Punches, kicks, kunai tricks, he dodges them all with a smile, still bleeding slowly from his eyes, and even his ears. His pupils and the whites of his eyes are completely black.

I fight him all over the courtyard, trying to trip him, make him stumble, or create an opening. Nothing. I try to put distance between us so I can hide. He manages to somehow block me or close the gap again. And what's so frustrating is that he's playing with me! He's making fun of the entire Hyuga line! I hate him!

I slap him. His eyes go wide and he slowly turns to "look" at me.

Then he kisses me.

He kisses me so hard it throws me off balance, and we both fall in the mud. He continues to kiss me frantically, hands eagerly exploring my body. He buries his hands in my hair, his tongue probing deeper into my mouth.

I frantically kiss him back, my hands inside his shirt, clawing at his skin. Wanting more skin contact, I pull down his top, using my hands to explore his strong, hard back, scraping my nails along his skin as my hands slide up an down his back.

He growled and wedged himself between my legs. I could feel his hardness even through all the layers of fabric between us. He pressed himself even more tightly against me, rubbing against me in a way that drives me mad.

His hot tongue licks my neck, and moaning, I turn my head to the side to give him better access. He nips at my neck, causing me to gasp, eyes wide- -

- and I see my father lying on the ground not even thirty feet away.

Oh my God, what am I doing? Mortified and ashamed, I try to push him off of me, but he pins my arms into the mud.

"I didn't kill him," Sasuke whispered into my ear, "it was Oorchimar- - oof!"

Sasuke went flying off of me and into the stone wall a few feet away. I look up and see Neji standing above me.

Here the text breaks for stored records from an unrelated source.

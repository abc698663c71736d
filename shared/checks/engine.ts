import { GAMUT_MAP } from '#shared/color/gamut-map.ts'
import type { EngineStamp } from './model.ts'

/** Version of resolution, measuring and verdict; any change that can move a verdict raises it. */
export const ENGINE_VERSION = '1.0.0'

/** The rules that the requirements are taken from. @see https://www.w3.org/TR/WCAG22/ */
export const RULE_SET = 'wcag-2.2'

/** What every verdict names, so that it can be told apart from another engine's. */
export const ENGINE_STAMP: EngineStamp = {
  version: ENGINE_VERSION,
  gamutMap: GAMUT_MAP,
  ruleSet: RULE_SET,
}
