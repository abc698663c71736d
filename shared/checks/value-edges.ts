import type { ModelGraph } from './model-graph.ts'
import type { State, TokenModel } from './model.ts'
import { STATE_COUNT } from './resolved.ts'
import { ruleReferences } from './rule-scopes.ts'
import type { LargestStep } from './state-rule.ts'
import { nodeAt, referenceAt, type ValuePlan } from './value-plan.ts'

/** One node, and the step that decides the direction of its token's states. */
export interface ValuePlace {
  readonly node: number
  readonly token: number
  readonly theme: number
  readonly state: State
  readonly largest: LargestStep | undefined
}

/** The token whose contrast a `match-contrast` rule keeps, in the theme and in its parent. */
export function matchReferences(
  graph: ModelGraph,
  plan: Extract<ValuePlan, { kind: 'theme-rule' }>,
  theme: number,
): { readonly own: number; readonly parent: number } {
  const against = plan.rule.against ?? 'ground'
  return {
    own: referenceAt(graph, against, theme),
    parent: referenceAt(graph, against, graph.parents[theme]!),
  }
}

/** Whether a plan leaves its parent's value as it is, whatever the colours are. */
export function isKept(
  graph: ModelGraph,
  plan: Extract<ValuePlan, { kind: 'theme-rule' }>,
  place: { readonly token: number; readonly theme: number },
): boolean {
  if (plan.rule.kind === 'keep') return true
  if (plan.rule.kind !== 'match-contrast') return false
  return matchReferences(graph, plan, place.theme).own === place.token
}

function themeRuleTokens(
  graph: ModelGraph,
  plan: Extract<ValuePlan, { kind: 'theme-rule' }>,
  place: ValuePlace,
): { readonly own: readonly number[]; readonly parent: readonly number[] } {
  const { theme } = place
  const parent = graph.parents[theme]!
  if (plan.rule.kind === 'shift' || isKept(graph, plan, place)) return { own: [], parent: [] }
  const roles = {
    own: [graph.grounds[theme]!, graph.inks[theme]!],
    parent: [graph.grounds[parent]!, graph.inks[parent]!],
  }
  if (plan.rule.kind === 'mirror') return roles
  if (plan.rule.kind === 'relative') {
    return { own: roles.own.slice(0, 1), parent: roles.parent.slice(0, 1) }
  }
  const references = matchReferences(graph, plan, theme)
  return {
    own: [...roles.own, references.own],
    parent: [...roles.parent, references.parent],
  }
}

/** The nodes that a value is computed from; -1 for one whose token is missing. */
export function edgesOf(graph: ModelGraph, plan: ValuePlan, place: ValuePlace): readonly number[] {
  const { token, theme } = place
  const rest = (position: number, of = theme) =>
    position < 0 ? -1 : nodeAt(graph, position, of, 'rest')
  switch (plan.kind) {
    case 'set':
      return []
    case 'follow': {
      const target = graph.tokenAt.get(plan.target)
      return [target === undefined ? -1 : nodeAt(graph, target, theme, plan.state)]
    }
    case 'theme-rule': {
      const parent = graph.parents[theme]!
      const tokens = themeRuleTokens(graph, plan, place)
      return [
        place.node - (theme - parent) * STATE_COUNT,
        ...tokens.own.map((position) => rest(position)),
        ...tokens.parent.map((position) => rest(position, parent)),
      ]
    }
    case 'state-rule': {
      if (plan.rule.lightness === 0 || place.largest === undefined) return [rest(token)]
      const reference = referenceAt(graph, place.largest.towards.reference, theme)
      return [rest(token), rest(reference), rest(graph.inks[theme]!)]
    }
  }
}

/** Every other token that a token's values and rules name, in any theme; ground and ink are left out. */
export function namedTokens(graph: ModelGraph, token: TokenModel, position: number): string[] {
  const named = new Set(ruleReferences(token.rules))
  const follow = (value: TokenModel['value'] | undefined) => {
    if (value !== undefined && value.kind !== 'color') named.add(value.token)
  }
  follow(token.value)
  for (const theme of graph.model.themes) {
    for (const value of Object.values(token.values[theme.id] ?? {})) follow(value)
    const { against } = graph.rules.themeRuleOf(token, theme.id)
    if (typeof against === 'object') named.add(against.token)
  }
  for (const state of graph.statesAt(position)) {
    const { reference } = graph.rules.stateRuleOf(token, state).towards
    if (typeof reference === 'object') named.add(reference.token)
  }
  named.delete(token.id)
  return [...named]
}
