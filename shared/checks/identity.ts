import type { ContrastKind, State } from './model.ts'

/** What makes a finding the same finding from one check to the next. Everything by id. */
export interface FindingSubject {
  readonly foreground: string
  readonly background: string
  /** The pair's backdrop, bottom first; an empty one stands for the ground. */
  readonly backdrop: readonly string[] | 'unknown'
  /** The theme's ground. */
  readonly ground: string
  readonly kind: ContrastKind
  readonly theme: string
  readonly foregroundState: State
  readonly backgroundState: State
}

/** Our own ids hold none of these; an id that does is written so that no two subjects read alike. */
const SEPARATORS = /[%/+?]/g

function written(id: string): string {
  return id.replace(SEPARATORS, encodeURIComponent)
}

/** What all findings of a pair in one theme share of their identity: all of it but the states. */
export function identityInTheme(
  subject: Omit<FindingSubject, 'foregroundState' | 'backgroundState'>,
): string {
  const { foreground, background, backdrop, ground, kind, theme } = subject
  const under =
    backdrop === 'unknown'
      ? '?'
      : (backdrop.length === 0 ? [ground] : backdrop).map(written).join('+')
  return `${written(foreground)}/${written(background)}/${under}/${kind}/${written(theme)}`
}

/**
 * The identity of a finding as printable text,
 * `foreground/background/backdrop+…/kind/theme/foregroundState/backgroundState`: an unknown backdrop is `?`, the
 * default one the ground. It serves as the fingerprint, and is stable over renames and thresholds.
 */
export function identityOf(subject: FindingSubject): string {
  return `${identityInTheme(subject)}/${subject.foregroundState}/${subject.backgroundState}`
}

"Good job distracting him Hinata." Neji said, looking at me. His gaze lingers on me and I look down to figure out why.

My white jacket is gone, leaving me only in a soaking wet, transparent mesh shirt. And I didn't put on a bra today because my breasts and nipples were very sore. Geez. I feel my cheeks flush with embarrassment. No wonder Sasuke pounced on me, he must have seen me bouncing like a ball this whole time.

With as much dignity as possible, I stand up and slide into a defensive position. Neji positions himself into his eight palm, sixty four trigrams stance. Sasuke, now standing, just smirks.

"Now, now, that's cheating!" Lord Orochimaru's voice came from behind us. He knocked out Neji first, then everything went black.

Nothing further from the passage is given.